● HOW TO COMPLETE THIS TASK
Filter the listing below down to the lines with the word "where" and copy those.

++++ DATA RECORDS

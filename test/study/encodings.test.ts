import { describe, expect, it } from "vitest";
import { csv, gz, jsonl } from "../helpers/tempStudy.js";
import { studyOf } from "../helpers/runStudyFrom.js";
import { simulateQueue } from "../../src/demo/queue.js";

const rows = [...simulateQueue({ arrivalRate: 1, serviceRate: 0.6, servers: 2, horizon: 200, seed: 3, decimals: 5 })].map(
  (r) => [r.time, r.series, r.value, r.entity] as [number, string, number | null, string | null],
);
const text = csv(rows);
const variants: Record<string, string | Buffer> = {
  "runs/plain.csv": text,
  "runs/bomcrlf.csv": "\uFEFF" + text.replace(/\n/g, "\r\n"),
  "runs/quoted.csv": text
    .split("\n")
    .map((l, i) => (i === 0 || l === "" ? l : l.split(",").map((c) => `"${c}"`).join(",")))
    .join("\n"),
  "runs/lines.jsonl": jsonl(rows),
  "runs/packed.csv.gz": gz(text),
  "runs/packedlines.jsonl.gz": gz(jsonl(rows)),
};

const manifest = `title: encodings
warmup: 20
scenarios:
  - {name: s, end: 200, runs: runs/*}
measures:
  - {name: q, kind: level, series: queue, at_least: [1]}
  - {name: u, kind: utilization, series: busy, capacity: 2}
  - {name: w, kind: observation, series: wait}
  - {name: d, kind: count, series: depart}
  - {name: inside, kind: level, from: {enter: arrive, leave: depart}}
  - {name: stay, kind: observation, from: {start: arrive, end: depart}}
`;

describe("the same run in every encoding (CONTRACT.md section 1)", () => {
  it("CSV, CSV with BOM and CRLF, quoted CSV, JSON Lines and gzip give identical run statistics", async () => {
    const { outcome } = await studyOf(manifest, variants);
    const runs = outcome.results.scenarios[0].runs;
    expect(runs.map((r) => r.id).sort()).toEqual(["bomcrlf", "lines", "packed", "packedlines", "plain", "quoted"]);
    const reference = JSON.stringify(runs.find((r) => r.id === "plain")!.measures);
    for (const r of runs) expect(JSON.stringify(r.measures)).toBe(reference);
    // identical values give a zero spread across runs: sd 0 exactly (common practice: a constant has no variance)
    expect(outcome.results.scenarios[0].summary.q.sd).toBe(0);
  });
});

++++++++
++++ DATA RECORDS

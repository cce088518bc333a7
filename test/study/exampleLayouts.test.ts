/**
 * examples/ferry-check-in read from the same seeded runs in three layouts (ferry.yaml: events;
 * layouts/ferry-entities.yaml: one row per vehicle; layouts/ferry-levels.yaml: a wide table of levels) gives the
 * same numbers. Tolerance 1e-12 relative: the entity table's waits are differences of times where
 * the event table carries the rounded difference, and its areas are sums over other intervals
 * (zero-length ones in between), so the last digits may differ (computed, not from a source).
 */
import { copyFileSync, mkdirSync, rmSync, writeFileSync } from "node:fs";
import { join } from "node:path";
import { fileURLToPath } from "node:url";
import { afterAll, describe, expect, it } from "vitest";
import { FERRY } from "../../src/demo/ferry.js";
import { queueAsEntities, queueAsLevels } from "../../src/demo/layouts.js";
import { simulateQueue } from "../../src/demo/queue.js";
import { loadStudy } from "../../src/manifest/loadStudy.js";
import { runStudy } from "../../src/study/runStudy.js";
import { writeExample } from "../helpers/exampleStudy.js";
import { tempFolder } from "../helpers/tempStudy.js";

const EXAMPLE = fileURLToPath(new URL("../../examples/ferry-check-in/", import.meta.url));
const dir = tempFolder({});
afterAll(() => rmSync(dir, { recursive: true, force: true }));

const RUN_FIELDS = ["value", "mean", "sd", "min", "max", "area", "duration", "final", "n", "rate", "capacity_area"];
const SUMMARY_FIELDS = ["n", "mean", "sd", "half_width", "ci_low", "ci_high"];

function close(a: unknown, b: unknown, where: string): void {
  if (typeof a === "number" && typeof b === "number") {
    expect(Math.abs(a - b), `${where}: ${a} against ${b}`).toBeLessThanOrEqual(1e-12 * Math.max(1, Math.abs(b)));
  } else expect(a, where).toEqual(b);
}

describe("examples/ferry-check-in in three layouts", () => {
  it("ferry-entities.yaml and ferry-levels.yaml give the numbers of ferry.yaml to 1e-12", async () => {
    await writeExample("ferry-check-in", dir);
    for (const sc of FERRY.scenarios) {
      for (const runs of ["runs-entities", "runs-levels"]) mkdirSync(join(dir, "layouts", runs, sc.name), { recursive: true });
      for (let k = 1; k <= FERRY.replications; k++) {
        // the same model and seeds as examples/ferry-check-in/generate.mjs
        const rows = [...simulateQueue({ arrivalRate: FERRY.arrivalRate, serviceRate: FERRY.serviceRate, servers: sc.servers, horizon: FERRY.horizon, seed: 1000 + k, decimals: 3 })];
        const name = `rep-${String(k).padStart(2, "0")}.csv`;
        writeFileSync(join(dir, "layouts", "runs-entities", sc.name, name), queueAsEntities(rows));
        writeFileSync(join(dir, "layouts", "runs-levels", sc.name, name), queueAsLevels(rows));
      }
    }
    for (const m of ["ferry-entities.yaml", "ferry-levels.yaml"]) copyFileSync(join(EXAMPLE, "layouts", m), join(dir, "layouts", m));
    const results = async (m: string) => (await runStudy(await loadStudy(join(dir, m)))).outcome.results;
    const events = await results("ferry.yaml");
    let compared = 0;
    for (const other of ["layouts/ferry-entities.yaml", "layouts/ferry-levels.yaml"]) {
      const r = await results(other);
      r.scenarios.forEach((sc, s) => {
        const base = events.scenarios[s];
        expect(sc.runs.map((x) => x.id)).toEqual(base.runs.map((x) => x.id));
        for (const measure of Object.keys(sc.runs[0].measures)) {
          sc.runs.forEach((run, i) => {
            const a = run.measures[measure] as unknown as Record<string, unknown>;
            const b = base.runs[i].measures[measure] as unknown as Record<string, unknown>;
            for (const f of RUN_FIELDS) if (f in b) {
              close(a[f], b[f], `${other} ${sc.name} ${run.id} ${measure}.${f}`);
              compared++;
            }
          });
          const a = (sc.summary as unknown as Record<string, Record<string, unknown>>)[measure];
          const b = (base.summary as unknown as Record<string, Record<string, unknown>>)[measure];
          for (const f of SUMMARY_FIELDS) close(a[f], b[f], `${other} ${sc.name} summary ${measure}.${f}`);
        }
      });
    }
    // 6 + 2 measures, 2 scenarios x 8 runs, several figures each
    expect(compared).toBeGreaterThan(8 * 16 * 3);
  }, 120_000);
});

++++++++

● THE ANSWER
 * same numbers. Tolerance 1e-12 relative: the entity table's waits are differences of times where
function close(a: unknown, b: unknown, where: string): void {
    expect(Math.abs(a - b), `${where}: ${a} against ${b}`).toBeLessThanOrEqual(1e-12 * Math.max(1, Math.abs(b)));
  } else expect(a, where).toEqual(b);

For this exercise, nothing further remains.